The Linux kernel has now for a long time already features to allow the unmounting of network filesystems even when the server is down. Normal local disk based filesystems have to be unmounted cleanly at shutdown to prevent corruption. NFS filesystems are very different in this respect. The NFS server makes sure that the filesystem is consistent. Thus if you shutdown your PC there is little point to try forever to unmount a NFS mount. The NFS server may already have disappeared (because it was shutdown first or because you changed network connectivity, ...).

Yet in most Linux distributions you will see that they will not be able to shutdown and just hang forever in a failed shutdown state.

My use case: I have all my pictures stored on the desktop PC and when I am on my laptop then I just mount the pictures folder from the desktop via NFS. The folder is called dimage, named after my first digital camera. Occasionally it happens that the desktop PC is shutdown in the evening before I shutdown the laptop. The laptop is running ubuntu 16.04 and it is then able to shutdown. It just hangs forever. One has to hard reset the laptop to get out of this. The following is a systemd service script that prevents this. It has to be installed on the laptop. It checks if there is an nfs mount (I might not always work with my photos) on the mount point called dimage. If so then it runs "umount -f -l ...." on that mount. The "-f -l" stand for force and lazy unmount and they clean up all local references and disconnect.

This is the "umount-nfs-dimage.service" systemd script which you need to copy to /lib/systemd/system/umount-nfs-dimage.service (ubuntu):
# syntax check this with: 
#   systemd-analyze verify /lib/systemd/system/umount-nfs-dimage.service
# installation:
#   systemctl list-unit-files | grep umount-nfs-dimage.service
#   systemctl enable umount-nfs-dimage.service
#   systemctl start umount-nfs-dimage.service
[Unit]
Description=NFS lazy unmount dimage
After=syslog.target
Wants=multi-user.target

[Service]
# see man systemd.service 
Type=oneshot
RemainAfterExit=true
ExecStop=/usr/bin/umount-lazy-nfs-stop.sh
# write to log
StandardOutput=syslog+console

[Install]
WantedBy=multi-user.target 
This systemd service does nothing at startup and it executes /usr/bin/umount-lazy-nfs-stop.sh at shutdown. It does it while syslog is still running so we can easily debug things in case of a typo. The /usr/bin/umount-lazy-nfs-stop.sh looks like this:
#!/bin/sh
# This umount-lazy-nfs-stop.sh script is used by the following systemd services:
#  redhat: /usr/lib/systemd/system/umount-nfs-dimage.service
#  ubuntu: /lib/systemd/system/umount-nfs-dimage.service
# This script should be executed on shutdown only
# and while syslog is still running (makes it easier).
# Written by guido socher
if [ -n "$1" -a "$1" = "-h" ];then
	echo "run umount -l -f /mnt/nfs/dimage if mounted"
	exit 0
fi
if mount -t nfs | grep -q  dimage; then
	echo "dimage directory mounted, lazy unmount"
	umount -l -f /mnt/nfs/dimage
else
	echo "dimage directory NOT mounted, nothing to do"
fi 


Save this script and then make it executable with "chmod 755 /usr/bin/umount-lazy-nfs-stop.sh".

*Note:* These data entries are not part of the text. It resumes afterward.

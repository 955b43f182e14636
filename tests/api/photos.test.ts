import fs from 'node:fs';
import os from 'node:os';
import path from 'node:path';
import sharp from 'sharp';
import request from 'supertest';
import { afterAll, beforeAll, describe, expect, it } from 'vitest';
import { Photo } from '../../server/models/photo';
import { buildUser, call, signIn, useApi, type Agent } from '../helpers/api';
import { buildNeighbourhood, buildSite } from '../helpers/factories';

// Settings are read when the app is made: a small limit keeps the "too large" file small.
// The store sits under a dot-directory, as in a real install (start.sh keeps its data in .data/).
const scratch = fs.mkdtempSync(path.join(os.tmpdir(), 'parapet-photos-'));
const dataDir = path.join(scratch, '.data', 'uploads');
fs.mkdirSync(dataDir, { recursive: true });
process.env.DATA_DIR = dataDir;
process.env.PHOTO_MAX_BYTES = String(64 * 1024);
const photosDir = path.join(dataDir, 'photos');
const filesOnDisk = () => (fs.existsSync(photosDir) ? fs.readdirSync(photosDir).sort() : []);

const image = (format: 'jpeg' | 'png' | 'webp') =>
  sharp({ create: { width: 64, height: 48, channels: 3, background: '#0a7' } })
    .toFormat(format)
    .toBuffer();

/**
 * The tag ids of a TIFF/EXIF block's first IFD (TIFF 6.0 §2: byte order "II"/"MM", magic 42, offset of IFD0;
 * each entry 12 bytes, tag first). sharp's `metadata().exif` starts with "Exif\0\0" before the TIFF header.
 */
function ifd0Tags(exif: Buffer): number[] {
  const tiff = exif.subarray(exif.toString('latin1', 0, 4) === 'Exif' ? 6 : 0);
  const le = tiff.toString('latin1', 0, 2) === 'II';
  const u16 = (at: number) => (le ? tiff.readUInt16LE(at) : tiff.readUInt16BE(at));
  const u32 = (at: number) => (le ? tiff.readUInt32LE(at) : tiff.readUInt32BE(at));
  const ifd = u32(4);
  return Array.from({ length: u16(ifd) }, (_, i) => u16(ifd + 2 + 12 * i));
}
const ARTIST_TAG = 0x013b; // TIFF 6.0 / CIPA DC-008 (Exif 2.32) tag 315, Artist
const GPS_IFD_TAG = 0x8825; // CIPA DC-008 (Exif 2.32) §4.6.3: GPS Info IFD pointer

/** A phone-like photo: 64 × 32 pixels stored sideways (EXIF orientation 6), with its owner's name and a GPS position. */
const phonePhoto = (format: 'jpeg' | 'png' | 'webp' = 'jpeg') =>
  sharp({ create: { width: 64, height: 32, channels: 3, background: '#0a7' } })
    .toFormat(format)
    .withMetadata({ orientation: 6 })
    .withExifMerge({
      IFD0: { Artist: 'Odile Brenner' },
      IFD3: { GPSLatitudeRef: 'N', GPSLatitude: '52/1 4/1 12/1', GPSLongitudeRef: 'E', GPSLongitude: '4/1 18/1 3/1' },
    })
    .toBuffer();

const bytesOf = (agent: Agent, url: string) =>
  agent
    .get(url)
    .buffer(true)
    .parse((r, cb) => {
      const c: Buffer[] = [];
      r.on('data', (d: Buffer) => c.push(d));
      r.on('end', () => cb(null, Buffer.concat(c)));
    });

describe('site photos API', () => {
  const ctx = useApi();
  let jpeg: Buffer;
  let hoodOperator: Agent;
  let otherOperator: Agent;
  let host: Agent;
  let siteId: number;
  let otherSiteId: number;

  beforeAll(async () => {
    jpeg = await image('jpeg');
    const op = await buildUser({ role: 'operator' });
    const hood = await buildNeighbourhood({ operators: [op] });
    const hostUser = await buildUser({ role: 'host' });
    siteId = (await buildSite({ neighbourhoodId: hood.id, hostUserId: hostUser.id })).id;
    otherSiteId = (await buildSite()).id;
    hoodOperator = await signIn(ctx, op);
    otherOperator = await signIn(ctx, await buildUser({ role: 'operator' }));
    host = await signIn(ctx, hostUser);
  });
  afterAll(() => fs.rmSync(scratch, { recursive: true, force: true }));

  const upload = (agent: Agent, id: number, file: Buffer, filename = 'roof.jpg', contentType = 'image/jpeg', field = 'photo') =>
    agent.post(`/api/v1/sites/${id}/photos`).set('X-CSRF-Token', agent.csrf).attach(field, file, { filename, contentType });

  /** A refused upload must leave no row and no file behind. */
  async function expectRefused(res: request.Response, status: number, code: string, message: RegExp, before: { rows: number; files: string[] }) {
    expect(res.status).toBe(status);
    expect(res.body.error.code).toBe(code);
    expect(res.body.error.message).toMatch(message);
    expect(await Photo.count()).toBe(before.rows);
    expect(filesOnDisk()).toEqual(before.files);
  }
  const snapshot = async () => ({ rows: await Photo.count(), files: filesOnDisk() });

  it('refuses signed-out callers with 401', async () => {
    for (const [method, url] of [
      ['get', `/api/v1/sites/${siteId}/photos`],
      ['post', `/api/v1/sites/${siteId}/photos`],
      ['get', '/api/v1/photos/1'],
      ['get', '/api/v1/photos/1/thumbnail'],
      ['delete', '/api/v1/photos/1'],
    ] as const) {
      const res = await request(ctx.app)[method](url);
      expect(res.status, `${method} ${url}`).toBe(401);
    }
  });

  it.each(['jpeg', 'png', 'webp'] as const)(
    'stores a %s under a random name with a thumbnail, whatever the name and type the client claimed',
    async (format) => {
      const bytes = await image(format);
      const res = await upload(hoodOperator, siteId, bytes, 'holiday.gif', 'application/octet-stream').field('caption', 'Mast from the north');
      expect(res.status).toBe(201);
      const expectedType = { jpeg: 'image/jpeg', png: 'image/png', webp: 'image/webp' }[format];
      expect(res.body.data).toMatchObject({
        siteId,
        contentType: expectedType,
        widthPx: 64,
        heightPx: 48,
        caption: 'Mast from the north',
        abilities: { delete: true },
      });
      expect(JSON.stringify(res.body)).not.toMatch(/holiday|storageKey/);
      const row = await Photo.findByPk(res.body.data.id);
      expect(row!.storageKey).toMatch(/^[0-9a-f]{32}$/);
      expect(filesOnDisk()).toEqual(expect.arrayContaining([row!.storageKey, `${row!.storageKey}.thumb.webp`]));
      const stored = fs.readFileSync(path.join(photosDir, row!.storageKey));
      expect(res.body.data.sizeBytes).toBe(stored.length);

      // Downloads work from a store under a dot-directory, and give back exactly the stored picture.
      const original = await bytesOf(hoodOperator, res.body.data.url);
      expect(original.status).toBe(200);
      expect(original.headers['content-type']).toBe(expectedType);
      expect(original.headers['content-disposition']).toMatch(new RegExp(`filename="site-${siteId}-photo-${row!.id}\\.`));
      expect(Buffer.compare(original.body as Buffer, stored)).toBe(0);
      expect(await sharp(original.body as Buffer).metadata()).toMatchObject({ format: format, width: 64, height: 48 });
      const thumb = await bytesOf(hoodOperator, res.body.data.thumbnailUrl);
      expect(thumb.status).toBe(200);
      expect(thumb.headers['content-type']).toBe('image/webp');
      expect(await sharp(thumb.body as Buffer).metadata()).toMatchObject({ format: 'webp' });
    },
  );

  it.each(['jpeg', 'png', 'webp'] as const)(
    'keeps no EXIF of a %s upload (owner, GPS position), and turns the picture upright from its orientation',
    async (format) => {
      const upload0 = await phonePhoto(format);
      const sent = await sharp(upload0).metadata();
      // The fixture really carries what must go: orientation 6, the owner's name and a GPS block.
      expect(sent).toMatchObject({ width: 64, height: 32, orientation: 6 });
      expect(ifd0Tags(sent.exif!)).toEqual(expect.arrayContaining([ARTIST_TAG, GPS_IFD_TAG]));
      expect(upload0.toString('latin1')).toContain('Odile Brenner');

      const res = await upload(hoodOperator, siteId, upload0, `IMG_2041.${format}`, `image/${format}`);
      expect(res.status).toBe(201);
      // Orientation 6 is "rotate 90° clockwise to view" (CIPA DC-008 tag 274), so 64 × 32 stands up as 32 × 64.
      expect(res.body.data).toMatchObject({ contentType: `image/${format}`, widthPx: 32, heightPx: 64 });
      const row = await Photo.findByPk(res.body.data.id);
      for (const file of [row!.storageKey, `${row!.storageKey}.thumb.webp`]) {
        const bytes = fs.readFileSync(path.join(photosDir, file));
        const meta = await sharp(bytes).metadata();
        expect(meta.exif, file).toBeUndefined();
        expect(meta.xmp, file).toBeUndefined();
        expect(meta.orientation, file).toBeUndefined();
        expect(bytes.toString('latin1'), file).not.toContain('Odile Brenner');
        expect([meta.width, meta.height], file).toEqual([32, 64]);
      }
      const downloaded = await bytesOf(hoodOperator, res.body.data.url);
      expect(downloaded.status).toBe(200);
      expect((await sharp(downloaded.body as Buffer).metadata()).exif).toBeUndefined();
    },
  );

  it('answers a photo whose file went missing with a JSON 404, not an empty picture', async () => {
    const res = await upload(hoodOperator, siteId, jpeg);
    expect(res.status).toBe(201);
    const row = await Photo.findByPk(res.body.data.id);
    fs.rmSync(path.join(photosDir, row!.storageKey));
    fs.rmSync(path.join(photosDir, `${row!.storageKey}.thumb.webp`));
    for (const url of [res.body.data.url, res.body.data.thumbnailUrl]) {
      const missing = await call(hoodOperator, 'get', url);
      expect(missing.status, url).toBe(404);
      expect(missing.headers['content-type'], url).toMatch(/^application\/json/);
      expect(missing.headers['content-disposition'], url).toBeUndefined();
      expect(missing.body.error).toMatchObject({
        code: 'photo_file_missing',
        message: expect.stringMatching(/missing on the server.*restore it from a backup/),
      });
    }
    expect((await call(hoodOperator, 'delete', res.body.data.url)).status).toBe(204);
  });

  it('ignores a path-traversal file name: the file lands only under the photos folder, under its random name', async () => {
    const before = filesOnDisk();
    const res = await upload(hoodOperator, siteId, jpeg, '../../../../etc/passwd.jpg');
    expect(res.status).toBe(201);
    const added = filesOnDisk().filter((f) => !before.includes(f));
    expect(added).toHaveLength(2);
    for (const f of added) expect(f).toMatch(/^[0-9a-f]{32}(\.thumb\.webp)?$/);
    expect(fs.readdirSync(dataDir)).toEqual(['photos']);
    for (const up of ['..', '../..', '../../..']) expect(fs.existsSync(path.resolve(photosDir, up, 'etc/passwd.jpg'))).toBe(false);
    expect(fs.existsSync('/etc/passwd.jpg')).toBe(false);
    expect(JSON.stringify(res.body)).not.toContain('passwd');
  });

  it('refuses a text file dressed as a JPEG with 415 and keeps nothing', async () => {
    const before = await snapshot();
    const res = await upload(hoodOperator, siteId, Buffer.from('root:x:0:0:root:/root:/bin/sh\n'), 'photo.jpg', 'image/jpeg');
    await expectRefused(res, 415, 'unsupported_media_type', /not a JPEG, PNG or WebP photo/, before);
  });

  it('refuses a GIF, and a file that starts like a PNG but is not one, with 415', async () => {
    const before = await snapshot();
    await expectRefused(
      await upload(hoodOperator, siteId, Buffer.from('GIF89a\x01\x00\x01\x00\x00\x00\x00;'), 'a.png', 'image/png'),
      415,
      'unsupported_media_type',
      /JPEG, PNG or WebP/,
      before,
    );
    const fakePng = Buffer.concat([Buffer.from([0x89, 0x50, 0x4e, 0x47, 0x0d, 0x0a, 0x1a, 0x0a]), Buffer.alloc(200, 7)]);
    await expectRefused(await upload(hoodOperator, siteId, fakePng, 'b.png', 'image/png'), 415, 'unreadable_image', /could not be read/, before);
  });

  it('refuses a file over the size limit with 413 and keeps nothing', async () => {
    const before = await snapshot();
    const big = Buffer.concat([jpeg, Buffer.alloc(70 * 1024, 1)]);
    await expectRefused(await upload(hoodOperator, siteId, big), 413, 'too_large', /larger than 64 KiB/, before);
  });

  it('answers 400 when no file is sent, or it is sent under another field name', async () => {
    const before = await snapshot();
    const none = await call(hoodOperator, 'post', `/api/v1/sites/${siteId}/photos`, {});
    await expectRefused(none, 400, 'invalid_input', /No photo was sent/, before);
    await expectRefused(await upload(hoodOperator, siteId, jpeg, 'a.jpg', 'image/jpeg', 'picture'), 400, 'invalid_input', /form field "photo"/, before);
    const longCaption = await upload(hoodOperator, siteId, jpeg).field('caption', 'x'.repeat(201));
    await expectRefused(longCaption, 400, 'invalid_input', /caption must be at most 200 characters/, before);
    expect((await call(hoodOperator, 'get', '/api/v1/sites/abc/photos')).status).toBe(400);
  });

  it('lets the host add photos but not remove them; others cannot see the site’s photos at all', async () => {
    const res = await upload(host, siteId, jpeg);
    expect(res.status).toBe(201);
    expect(res.body.data.abilities).toEqual({ delete: false });
    const id = res.body.data.id;
    const del = await call(host, 'delete', `/api/v1/photos/${id}`);
    expect(del.status).toBe(403);
    expect(del.body.error.message).toBe('Only admins and the operators of its neighbourhood remove photos of this site.');

    for (const url of [`/api/v1/sites/${siteId}/photos`, `/api/v1/photos/${id}`, `/api/v1/photos/${id}/thumbnail`])
      expect((await call(otherOperator, 'get', url)).status, url).toBe(404);
    expect((await call(otherOperator, 'delete', `/api/v1/photos/${id}`)).status).toBe(404);
    const before = await snapshot();
    await expectRefused(await upload(otherOperator, siteId, jpeg), 404, 'not_found', /Site \d+ was not found/, before);
    await expectRefused(await upload(host, otherSiteId, jpeg), 404, 'not_found', /was not found/, before);
    expect((await call(hoodOperator, 'get', '/api/v1/photos/999999')).status).toBe(404);
  });

  it('lists a site’s photos newest first, and removing one deletes its row and both files', async () => {
    const list = await call(hoodOperator, 'get', `/api/v1/sites/${siteId}/photos`);
    expect(list.status).toBe(200);
    expect(list.body.abilities).toEqual({ create: true });
    expect(list.body.data.length).toBe(await Photo.count({ where: { siteId } }));
    const ids = list.body.data.map((p: { id: number }) => p.id);
    expect(ids).toEqual([...ids].sort((a, b) => b - a));
    const target = await Photo.findByPk(ids[0]);
    const res = await call(hoodOperator, 'delete', `/api/v1/photos/${target!.id}`);
    expect(res.status).toBe(204);
    expect(await Photo.findByPk(target!.id)).toBeNull();
    expect(filesOnDisk()).not.toContain(target!.storageKey);
    expect(filesOnDisk()).not.toContain(`${target!.storageKey}.thumb.webp`);
    expect((await call(hoodOperator, 'get', `/api/v1/photos/${target!.id}`)).status).toBe(404);
  });
});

You might need to adapt this script a bit. My mount point for the NFS filesystem is /mnt/nfs/dimage and yours may be different.

It works very well and it is the right thing to do. There is little purpose in trying to execute a normal unmount when it will just prevent the laptop from shutting down. NFS filesystems can not get corrupted if you just disconnect. The NFS server takes care of filesystem consistency.